§ **Task statement**:
The lines wanted are those in the data below that include "first".

Stored items:
════
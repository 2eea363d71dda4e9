"""Values of fragments from misread bits, right on average, and what an uncertain calibration does to them.

A feature is at most a product of two occupations. For a block with confusion A[read, prepared], a function x of its
prepared state is estimated without bias by g = A^{-T} x of the state that was read, as E[g | prepared] = Aᵀg = x. For
one qubit this is (bit − e₀)/(1 − e₀ − e₁). Products across blocks are products of such estimates, because errors of
different blocks are independent; the product of the two qubits of one block has a table of its own.
"""

from dataclasses import dataclass

import numpy as np
from numpy.typing import NDArray

from fragkit.core import Fragment
from fragkit.estimate._readout import ReadoutErrors, block_states

Array = NDArray[np.float64]
Bits = NDArray[np.uint8]


@dataclass(frozen=True, eq=False)
class Correction:
    """Tables of one set of readout errors.

    `tables[k]` has one column per function of block k: its one or two occupations and, for two qubits, their product.
    """

    errors: ReadoutErrors
    tables: tuple[Array, ...]

    @classmethod
    def of(cls, errors: ReadoutErrors) -> "Correction":
        """Tables, with the bias removed that an uncertain confusion brings in second order.

        With δA independent between columns of covariance Q_b, E[δg] = A^{-T} R g, row b of R = Q_b A^{-T}[:, b].
        """
        tables = []
        for block, confusion, covariance in zip(errors.blocks, errors.confusions, errors.covariances, strict=True):
            inverse = np.linalg.inv(confusion).T
            plain = inverse @ _functions(len(block))
            second = np.stack([covariance[b] @ inverse[:, b] for b in range(len(confusion))])
            tables.append(plain - inverse @ (second @ plain))
        return cls(errors, tuple(tables))

    def occupations(self, bits: Bits) -> Array:
        """Estimates (rows, 2n) of the occupations, real numbers around 0 and 1."""
        result = np.empty(bits.shape)
        for block, table in zip(self.errors.blocks, self.tables, strict=True):
            states = block_states(bits, block)
            for k, qubit in enumerate(block):
                result[:, qubit] = table[states, k]
        return result

    def values(self, fragment: Fragment, bits: Bits) -> Array:
        """Estimates (rows,) of the fragment's value."""
        occupations = self.occupations(bits)
        values = fragment.values(occupations)  # type: ignore[arg-type]
        for block, table in zip(self.errors.blocks, self.tables, strict=True):
            if len(block) == 2:
                product = table[block_states(bits, block), 2]
                first, second = occupations[:, block[0]], occupations[:, block[1]]
                values += _pair_coefficient(fragment, block) * (product - first * second)
        return values

    def gradients(self, fragment: Fragment, bits: Bits, numbers: NDArray[np.int64]) -> list[Array]:
        """Derivatives of the fragment's mean value by each block's confusion [read, prepared].

        From dg = −A^{-T} dAᵀ g: the derivative by A[a, b] is −Σ g[a] (A^{-1} W)[b], W the mean of ∂value/∂g in each
        state that was read.
        """
        occupations = self.occupations(bits)
        n = fragment.orbitals
        alpha, beta = occupations[:, :n], occupations[:, n:]
        slopes = np.concatenate(
            [
                beta @ fragment.opposite_spin + alpha @ fragment.same_spin + fragment.linear,
                alpha @ fragment.opposite_spin + beta @ fragment.same_spin + fragment.linear,
            ],
            axis=1,
        )
        weights = numbers / np.sum(numbers)
        result = []
        for block, confusion, table in zip(self.errors.blocks, self.errors.confusions, self.tables, strict=True):
            states = block_states(bits, block)
            columns = [slopes[:, qubit] for qubit in block]
            if len(block) == 2:
                pair = _pair_coefficient(fragment, block)
                first, second = occupations[:, block[0]], occupations[:, block[1]]
                columns = [columns[0] - pair * second, columns[1] - pair * first, np.full(len(bits), pair)]
            binned = np.stack([np.bincount(states, weights * c, len(confusion)) for c in columns], axis=1)
            result.append(-(table @ np.linalg.solve(confusion, binned).T))
        return result

    def variance(self, gradients: list[Array]) -> float:
        """Variance that the calibration's uncertainty gives to a number with these derivatives."""
        total = 0.0
        for gradient, covariance in zip(gradients, self.errors.covariances, strict=True):
            total += float(np.einsum("ab,bac,cb->", gradient, covariance, gradient))
        return total

    @property
    def degrees_of_freedom(self) -> float:
        """Of the calibration's error bar."""
        shots = self.errors.calibration_shots
        return 1e9 if shots is None else max(float(shots - 1), 1.0)


def _functions(qubits: int) -> Array:
    """Occupations of a block's states, and for two qubits their product: (states, functions)."""
    if qubits == 1:
        return np.array([[0.0], [1.0]])
    return np.array([[0.0, 0.0, 0.0], [0.0, 1.0, 0.0], [1.0, 0.0, 0.0], [1.0, 1.0, 1.0]])


def _pair_coefficient(fragment: Fragment, block: tuple[int, ...]) -> float:
    """Coefficient of the product of the occupations of two qubits."""
    n = fragment.orbitals
    first, second = sorted(block)
    if second < n:
        return float(fragment.same_spin[first, second])
    if first >= n:
        return float(fragment.same_spin[first - n, second - n])
    return float(fragment.opposite_spin[first, second - n])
════
§ **Task solution**:
                first, second = occupations[:, block[0]], occupations[:, block[1]]
                values += _pair_coefficient(fragment, block) * (product - first * second)
                first, second = occupations[:, block[0]], occupations[:, block[1]]
                columns = [columns[0] - pair * second, columns[1] - pair * first, np.full(len(bits), pair)]
    first, second = sorted(block)
        return float(fragment.same_spin[first, second])
    if first >= n:
        return float(fragment.same_spin[first - n, second - n])
    return float(fragment.opposite_spin[first, second - n])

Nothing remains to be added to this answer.